Without a clear amendment, overspending will continue…
John McClaughry, who was a senior policy adviser in the Reagan White House, has come up with an interesting idea, which was published in the AmericanThinkerin May, that he calls Proposition 20. Mr. McClaughry would limit the total amount of federal debt to $20 trillion. Setting an absolute amount makes the calculation unambiguous, unlike most other proposals that refer to some percentage of gross domestic product or other less precise numbers. The United States has a gross debt of about $15 trillion, so the proposal would give Congress several years to get its house in order and give adequate time for the states to ratify it. Mr. McClaughry would allow the issuance of additional debt if, and only if, Congress formally declared war, and only while the armed forces were engaged in combat.
Maurice P. McTigue, a former New Zealand Cabinet minister who is a distinguished visiting scholar at the Mercatus Center at George Mason University, has been working on improving government accountability around the world ever since he was a key player in New Zealand’s economic reforms of two decades ago. He has spent considerable time identifying which reforms have worked in various countries and how their successes might be transferred elsewhere.
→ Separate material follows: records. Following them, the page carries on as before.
/** Gyro and accelerometer in files or rows of their own, and one log for IMU and GNSS: all land on their clean twin. */
import { gzipSync } from 'node:zlib';
import type { ChannelMap } from '@/shared/contracts/recordings';
import { RAD_PER_DEG } from '@/shared/units';
import {
  csvText,
  decodeLogs,
  IMU_HEADER,
  imuRows,
  ready,
  testStore,
  type Logs,
  type TestStore,
} from '../support';
import {
  decodedLogs, expectClose, expectSameGnss, expectSameImu, expectSamePositions, GNSS, IMU, PLAIN_GNSS, PLAIN_IMU, UNIX_S,
  type DecodeOptions,
} from './twin'; // prettier-ignore

jest.setTimeout(60_000);

let at: TestStore;
beforeAll(() => {
  at = testStore();
});
afterAll(() => at.remove());

const rowsOf = (from: number) => IMU.map((row) => [row[0]!, ...row.slice(from, from + 3)]);
const GYRO = csvText('time_s,gyro_x_rad_s,gyro_y_rad_s,gyro_z_rad_s', rowsOf(1));
const ACCEL = csvText('time_s,accel_x_m_s2,accel_y_m_s2,accel_z_m_s2', rowsOf(4));
const BARE = (from: number) => csvText('time,x,y,z', rowsOf(from));
const gnss = PLAIN_GNSS;

const FILES: [string, Logs, DecodeOptions['names']][] = [
  ['gyro first', { imu: GYRO, imu2: ACCEL, gnss }, undefined],
  ['accelerometer first', { imu: ACCEL, imu2: GYRO, gnss }, undefined],
  ['one packed with gzip, one with semicolons', { imu: gzipSync(GYRO), imu2: ACCEL.replaceAll(',', ';'), gnss }, undefined],
  ['x, y, z told by the names of the files', { imu: BARE(4), imu2: BARE(1), gnss }, { imu: 'Accelerometer.csv', imu2: 'Gyroscope.csv' }],
  ['x, y, z told by the size of gravity', { imu: BARE(1), imu2: BARE(4), gnss }, undefined],
]; // prettier-ignore

test.each(FILES)('two files: %s', async (_, logs, names) => {
  const columns = await decodedLogs(at, logs, names ? { names } : {});
  expectSameImu(columns);
  expectSameGnss(columns);
});

/** Straight lines in time, so that what lies between two samples is known exactly. */
const line = (t: number) => [0.3 - 0.1 * t, 0.2 * t, -9.81 + 0.05 * t];
const accelAt = (times: readonly number[]) => csvText('time_s,ax,ay,az', times.map((t) => [t, ...line(t)])); // prettier-ignore
const steps = (count: number, everyS: number, fromS = 0) =>
  Array.from({ length: count }, (_, k) => fromS + k * everyS);

test.each([
  ['another rate', steps(80, 0.04, -0.01)],
  ['a higher rate', steps(1200, 0.003, -0.1)],
  ['other stamps', steps(310, 0.01, -0.0037)],
])('two clocks, %s: samples come between by straight lines', async (_, times) => {
  const columns = await decodedLogs(at, { imu: GYRO, imu2: accelAt(times), gnss });
  expectClose(columns.imu.timeS, IMU.map((row) => row[0]!), 1e-12);
  for (let i = 0; i < 3; i += 1)
    expectClose(columns.imu.accel[i]!, IMU.map((row) => line(row[0]!)[i]!), 1e-12);
}); // prettier-ignore

test('where the accelerometer has a gap or has not begun, the gyro’s samples drop out and are counted', async () => {
  const times = [...steps(100, 0.01, 0.5), ...steps(101, 0.01, 2)];
  const result = ready(await decodeLogs(at.store, { imu: GYRO, imu2: accelAt(times), gnss }));
  // 0.5 … 1.49 s and 2 … 2.99 s of 0 … 2.99 s are covered.
  expect(result.health.imu.samples).toBe(200);
  expect(result.health.findings).toContainEqual(
    expect.objectContaining({ code: 'unpaired', severity: 'warn', figure: { value: 100, unit: 'samples' } }),
  );
});

test('the accelerometer’s own clock may be stated: another unit and an offset', async () => {
  const imu2 = csvText('t,x,y,z', IMU.map((row) => [Math.round(row[0]! * 1000) + 5000, ...row.slice(4)])); // prettier-ignore
  const channelMap: ChannelMap = {
    imu: {
      time: { columns: ['time_s'], base: 's', offsetS: 0, stamp: 'end' },
      gyro: { columns: ['gyro_x_rad_s', 'gyro_y_rad_s', 'gyro_z_rad_s'], unit: 'rad/s' },
      accel: { columns: ['x', 'y', 'z'], unit: 'm/s^2', sign: 'specific-force' },
      accelTime: { columns: ['t'], base: 'ms', offsetS: -5, stamp: 'end' },
      sampling: 'mean-rate',
    },
  };
  expectSameImu(await decodedLogs(at, { imu: GYRO, imu2, gnss }, { channelMap }));
});

test('two files of absolute times', async () => {
  const stamped = (from: number, name: string) =>
    csvText(`timestamp_ms,${name}_x,${name}_y,${name}_z`, rowsOf(from).map((row) => [Math.round((UNIX_S + row[0]!) * 1000), ...row.slice(1)])); // prettier-ignore
  const fixes = csvText('timestamp_ms,lat,lon,height_m,vn,ve,vd', GNSS.map((row) => [Math.round((UNIX_S + row[0]!) * 1000), ...row.slice(1)])); // prettier-ignore
  const columns = await decodedLogs(at, { imu: stamped(1, 'gyro'), imu2: stamped(4, 'accel'), gnss: fixes });
  expectSameImu(columns);
  expectSameGnss(columns);
});

const EMPTY = ['', '', ''];
test('rows of gyro and rows of accelerometer in turn in one file', async () => {
  const rows = IMU.flatMap((row) => [
    [row[0]!, ...row.slice(1, 4), ...EMPTY],
    [row[0]!, ...EMPTY, ...row.slice(4)],
  ]);
  expectSameImu(await decodedLogs(at, { imu: csvText(IMU_HEADER, rows), gnss }));
});

const MERGED = `${IMU_HEADER},lat_deg,lon_deg,height_m,vn_m_s,ve_m_s,vd_m_s`;
const SIX = ['', '', '', '', '', ''];
const byTime = (rows: (number | string)[][]) => [...rows].sort((a, b) => Number(a[0]) - Number(b[0]));
const isEpoch = (k: number) => k % 20 === 0;
const fixAt = (k: number) => GNSS[Math.min(GNSS.length - 1, Math.floor(k / 20))]!.slice(1);

const ONE_LOG: [string, string][] = [
  ['rows of their own on one clock', csvText(MERGED, byTime([...IMU.map((r) => [...r, ...SIX]), ...GNSS.map((r) => [r[0]!, ...SIX, ...r.slice(1)])]))],
  ['fixes beside the sample of their epoch', csvText(MERGED, IMU.map((r, k) => [...r, ...(isEpoch(k) ? fixAt(k) : SIX)]))],
  ['milliseconds of one column, whose unit only the IMU tells', csvText(MERGED.replace('time_s', 'timestamp'), IMU.map((r, k) => [r[0]! * 1000, ...r.slice(1), ...fixAt(k)]))],
  ['each fix held until the next', csvText(MERGED, IMU.map((r, k) => [...r, ...fixAt(k)]))],
]; // prettier-ignore

test.each(ONE_LOG)('one log for IMU and GNSS: %s', async (_, imu) => {
  const result = ready(await decodeLogs(at.store, { imu }));
  const columns = await decodedLogs(at, { imu });
  expectSameImu(columns);
  expectSameGnss(columns);
  expect(result.health.findings.map(({ code }) => code)).toEqual(expect.not.arrayContaining(['incomplete-rows', 'gnss-duplicates', 'gnss-no-fix'])); // prettier-ignore
});

const GYR = (r: number[]) => ['GYR', r[0]!, ...r.slice(1, 4)];
const ACC = (r: number[]) => ['ACC', r[0]!, ...r.slice(4)];
const FIX = (r: number[]) => ['GPS', r[0]!, ...r.slice(1, 4)];
const inTurn = (...kinds: [number[][], (r: number[]) => (number | string)[]][]) =>
  kinds.flatMap(([rows, cells]) => rows.map(cells)).sort((a, b) => Number(a[1]) - Number(b[1]));

test('rows that name their sensor and share columns x, y, z', async () => {
  const imu = csvText('sensor,time_s,x,y,z', inTurn([IMU, GYR], [IMU, ACC]));
  const columns = await decodedLogs(at, { imu, gnss });
  expectSameImu(columns);
});

test('rows that name their sensor, fixes among them, without a header: by a map', async () => {
  const imu = inTurn([IMU, GYR], [IMU, ACC], [GNSS, FIX])
    .map((row) => row.join(','))
    .join('\n');
  const time = { columns: ['column 2'], base: 's' as const, offsetS: 0, stamp: 'end' as const };
  const of = (tag: string): [string, string, string] => [
    `${tag} column 3`,
    `${tag} column 4`,
    `${tag} column 5`,
  ];
  const [lat, lon, height] = of('GPS');
  const channelMap: ChannelMap = {
    imu: {
      time,
      gyro: { columns: of('GYR'), unit: 'rad/s' },
      accel: { columns: of('ACC'), unit: 'm/s^2', sign: 'specific-force' },
      accelTime: time,
      sampling: 'mean-rate',
    },
    gnss: { time, position: { lat, lon, height, unit: 'deg', heightUnit: 'm', heightDatum: 'ellipsoid' } },
  };
  const columns = await decodedLogs(at, { imu }, { channelMap });
  expectSameImu(columns);
  expectSamePositions(columns);
});

test('a column of words that are no sensors leaves the table as it is', async () => {
  const fixes = csvText(
    'provider,time_s,lat,lon,height_m',
    GNSS.map((row, k) => [k % 2 === 0 ? 'gps' : 'network', ...row.slice(0, 4)]),
  );
  expectSamePositions(await decodedLogs(at, { imu: PLAIN_IMU, gnss: fixes }));
});

test('a file of fixes that holds each over many rows counts it once', async () => {
  const held = csvText(
    'time_s,lat_deg,lon_deg,height_m,vn_m_s,ve_m_s,vd_m_s',
    IMU.map((r, k) => [r[0]!, ...fixAt(k)]),
  );
  expectSameGnss(await decodedLogs(at, { imu: PLAIN_IMU, gnss: held }));
});

test('a fast receiver at rest keeps every fix', async () => {
  const rest = csvText(
    'time_s,lat_deg,lon_deg,height_m',
    Array.from({ length: 30 }, (_, k) => [k / 10, 47.21, -14.63, 40]),
  );
  const { gnss: fixes } = await decodedLogs(at, { imu: PLAIN_IMU, gnss: rest });
  expect(fixes.timeS).toHaveLength(30);
});

test('one log sent for both roles is the same as sent once', async () => {
  const imu = ONE_LOG[0]![1];
  expectSamePositions(await decodedLogs(at, { imu, gnss: imu }));
});

test('increments only go with increments of the same stamp', async () => {
  const gyroIncrements = csvText('time_s,dtheta_x_deg,dtheta_y_deg,dtheta_z_deg', rowsOf(1).map(([t, ...g]) => [t!, ...g.map((v) => (v / RAD_PER_DEG) * 0.01)])); // prettier-ignore
  const shifted = csvText('time_s,dv_x_m_s,dv_y_m_s,dv_z_m_s', rowsOf(4).map(([t, ...a]) => [t! + 0.005, ...a.map((v) => v * 0.01)])); // prettier-ignore
  const channelMap: ChannelMap = {
    imu: {
      time: { columns: ['time_s'], base: 's', offsetS: 0, stamp: 'end' },
      gyro: { columns: ['dtheta_x_deg', 'dtheta_y_deg', 'dtheta_z_deg'], unit: 'deg' },
      accel: { columns: ['dv_x_m_s', 'dv_y_m_s', 'dv_z_m_s'], unit: 'm/s', sign: 'specific-force' },
      sampling: 'increment',
    },
  };
  const refused = await decodeLogs(at.store, { imu: gyroIncrements, imu2: shifted, gnss }, { channelMap });
  expect(refused).toMatchObject({ outcome: 'rejected', problems: [{ code: 'sensors-apart', file: 'imu' }] });
  const same = shifted.replace(/^(\d[^,]*)/gm, (t) => String(Math.round((Number(t) - 0.005) * 100) / 100));
  const { imu } = await decodedLogs(at, { imu: gyroIncrements, imu2: same, gnss }, { channelMap });
  expectClose(imu.accel[2], IMU.map((row) => row[6]! * 0.01), 1e-14);
}); // prettier-ignore

const REFUSED: [string, Logs, object][] = [
  ['two gyros and no accelerometer', { imu: GYRO, imu2: GYRO, gnss }, { outcome: 'needs-mapping', problems: [{ code: 'columns-missing', file: 'imu' }] }],
  ['an accelerometer of another day', { imu: GYRO, imu2: accelAt(steps(300, 0.01, 9000)), gnss }, { outcome: 'rejected', problems: [{ code: 'sensors-apart' }] }],
  ['an accelerometer whose time runs backwards', { imu: GYRO, imu2: accelAt([...steps(100, 0.01), ...steps(100, 0.01)]), gnss }, { outcome: 'rejected', problems: [{ code: 'time-backwards', file: 'imu2', line: 102 }] }],
  ['an empty second file', { imu: GYRO, imu2: '', gnss }, { outcome: 'rejected', problems: [{ code: 'empty', file: 'imu2' }] }],
  ['text in the second file', { imu: GYRO, imu2: ACCEL.replace('\n0.5,', '\n0.5,oops'), gnss }, { outcome: 'rejected', problems: [{ code: 'not-a-number', file: 'imu2', line: 52 }] }],
]; // prettier-ignore

test.each(REFUSED)('told: %s', async (_, logs, expected) => {
  const result = await decodeLogs(at.store, logs);
  expect(result).toMatchObject(expected);
  expect(await at.store.list('recordings/rec/imu')).toEqual([]);
});

test('a long second file is read piece by piece', async () => {
  const rows = imuRows(20_000);
  const part = (from: number) => rows.map((row) => [row[0]!, ...row.slice(from, from + 3)]);
  const logs = {
    imu: csvText('time_s,gyro_x_rad_s,gyro_y_rad_s,gyro_z_rad_s', part(1)),
    imu2: csvText('time_s,accel_x_m_s2,accel_y_m_s2,accel_z_m_s2', part(4)),
    gnss,
  };
  const { imu } = await decodedLogs(at, logs);
  expectClose(imu.accel[0], rows.map((row) => row[4]!), 1e-13);
}); // prettier-ignore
Mr. McTigue notes that a major part of the problem of lack of government fiscal responsibility is the fact that virtually no one knows how much the various government services actually cost. Thus, a key to improving government accountability is to work on ways of ensuring that the public knows what it is getting for each dollar spent on various programs.
When all government revenue (Social Security taxes, personal income taxes, corporate taxes and a never-ending list of excise taxes and fees) goes into the same pot — which is the case now — and then the money is allocated by Congress according to political considerations, any connection between what is being paid and the “service” on which it is spent becomes increasingly remote. If Wal-Mart charged you $100 to enter its stores and then told you what you were going to get for the money, it would not be a satisfying experience, yet, this is precisely how the U.S. government operates.
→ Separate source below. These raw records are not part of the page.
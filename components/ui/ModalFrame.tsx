import { useId, useLayoutEffect, useRef, type CSSProperties, type ReactNode } from 'react';
import { ScrollView, StyleSheet, View } from 'react-native';
import { hairline, space } from '@/constants/theme';
import { Button } from './Button';
import { Text } from './Text';
import { useTheme } from './ThemeProvider';

export interface ModalFrameProps {
  title: string;
  onClose: () => void;
  children: ReactNode;
  /** Stays below the scrolling part. */
  footer?: ReactNode;
  /** Placement and size of the native dialog element. */
  placement: CSSProperties;
}

/** A native <dialog>: the browser keeps the focus inside, Escape closes, and the focus returns to where it was. */
export function ModalFrame({ title, onClose, children, footer, placement }: ModalFrameProps) {
  const { palette } = useTheme();
  const dialog = useRef<HTMLDialogElement>(null);
  const titleId = useId();
  // Before the element leaves the page: only then does closing give the focus back.
  useLayoutEffect(() => {
    const element = dialog.current;
    if (element && !element.open) openOn(element);
    return () => element?.close?.();
  }, []);
  return (
    <dialog
      ref={dialog}
      tabIndex={-1}
      aria-labelledby={titleId}
      onCancel={(event) => {
        event.preventDefault();
        onClose();
      }}
      onClick={(event) => {
        if (event.target === dialog.current) onClose();
      }}
      style={{
        padding: 0,
        color: palette.ink,
        background: palette.sheet,
        border: `${hairline}px solid ${palette.rule}`,
        boxShadow: '0 8px 32px rgba(0, 0, 0, 0.18)',
        overflow: 'hidden',
        outline: 'none',
        boxSizing: 'border-box',
        ...placement,
      }}
    >
      <View style={styles.frame}>
        <View style={styles.head}>
          <Text variant="heading" nativeID={titleId} style={styles.title}>
            {title}
          </Text>
          <Button label="Close" icon="close" iconOnly kind="plain" onPress={onClose} />
        </View>
        <ScrollView contentContainerStyle={styles.body} style={styles.scroll}>
          {children}
        </ScrollView>
        {footer ? <View style={[styles.footer, { borderTopColor: palette.rule }]}>{footer}</View> : null}
      </View>
    </dialog>
  );
}

/** Opens with the first field in focus; on a touch screen without it, lest the keyboard cover the dialog. */
function openOn(element: HTMLDialogElement) {
  element.showModal?.();
  const touch = typeof matchMedia === 'undefined' || matchMedia('(pointer: coarse)').matches;
  const field = touch ? null : element.querySelector<HTMLElement>('input, textarea, select');
  (field ?? element).focus?.();
}

const styles = StyleSheet.create({
  frame: { width: '100%', maxHeight: '100%', flexShrink: 1 },
  head: {
    flexDirection: 'row',
    alignItems: 'flex-start',
    justifyContent: 'space-between',
    gap: space.m,
    paddingLeft: space.xl,
    paddingRight: space.s,
    paddingTop: space.s,
  },
  title: { flexShrink: 1, paddingTop: 9 },
  scroll: { flexGrow: 0, flexShrink: 1 },
  body: { paddingHorizontal: space.xl, paddingTop: space.s, paddingBottom: space.xl, gap: space.l },
  footer: {
    flexDirection: 'row',
    flexWrap: 'wrap',
    justifyContent: 'flex-end',
    gap: space.m,
    paddingHorizontal: space.xl,
    paddingVertical: space.m,
    borderTopWidth: hairline,
  },
});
As we struggle to try to devise a constitutional fix to the structural problem of destructive debt, spending, regulation and taxation, it would be useful to consider the following:
1. All government insurance (incorrectly called “entitlements”) and trust programs must be privatized or fully funded from specifically identified and allocated taxes and fees that cannot be diverted to pay for other government programs and must be managed by independent officials who will be legally at risk for not fulfilling their fiduciary responsibilities.
2. Every government expenditure, no matter how small, must be funded from an identifiable stream of revenue — taxes, fees, asset sales or other — and the same dollars may not be spent on more than one item.
3. No new or expanded government program or activity may be enacted into law without a specific source of funding attached to it, and the program or activity may not spend more than funds provided by the identified tax or fee.
The U.S. Constitution was written in response — after vigorous and learned debate — to the problems arising out of the original Articles of Confederation. It appears that a constitutional fix is needed to deal with ongoing fiscal problems the country faces. A vigorous debate has begun, and that is all to the good.